# [WHAT IS BEING ASKED]
For the records below, print the lines from the line with "export const noSuchMailing = (): Response =>" through the line with "export const notInThisState" exactly as written; include both end lines and exclude the rest.

# [EXERCISE DATA]
================================

import type { APIContext } from 'astro';
import { requireRole } from '@/features/accounts/guard.server';
import { problem } from '@/features/http/problem';
import { openMailing, type OpenMailing, type Sender } from './mailings.server';

/** The mailing that a route's `id` names, when the person signed in may work on it; or the refusal to return. */
export function askedMailing(context: APIContext): { readonly mailing: OpenMailing; readonly user: Sender } | Response {
  const user = requireRole(context, 'author');
  if (user instanceof Response) return user;
  const mailing = openMailing(context.params.id ?? '', user);
  return mailing ? { mailing, user } : noSuchMailing();
}

/** Also for a mailing of someone else's: whether it exists is nobody's business. */
export const noSuchMailing = (): Response =>
  problem(404, 'No such mailing', {
    detail: 'There is no such mailing among yours. Open it from its project in the workroom.',
    code: 'no-such-mailing',
  });

export const notInThisState = (sentence: string): Response =>
  problem(409, 'Not now', { detail: sentence, code: 'not-in-this-state' });

export const beingSent = (): Response =>
  notInThisState('It is being sent or has been sent, so it cannot be changed any more.');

================================

# [YOUR SOLUTION]
export const noSuchMailing = (): Response =>
  problem(404, 'No such mailing', {
    detail: 'There is no such mailing among yours. Open it from its project in the workroom.',
    code: 'no-such-mailing',
  });

export const notInThisState = (sentence: string): Response =>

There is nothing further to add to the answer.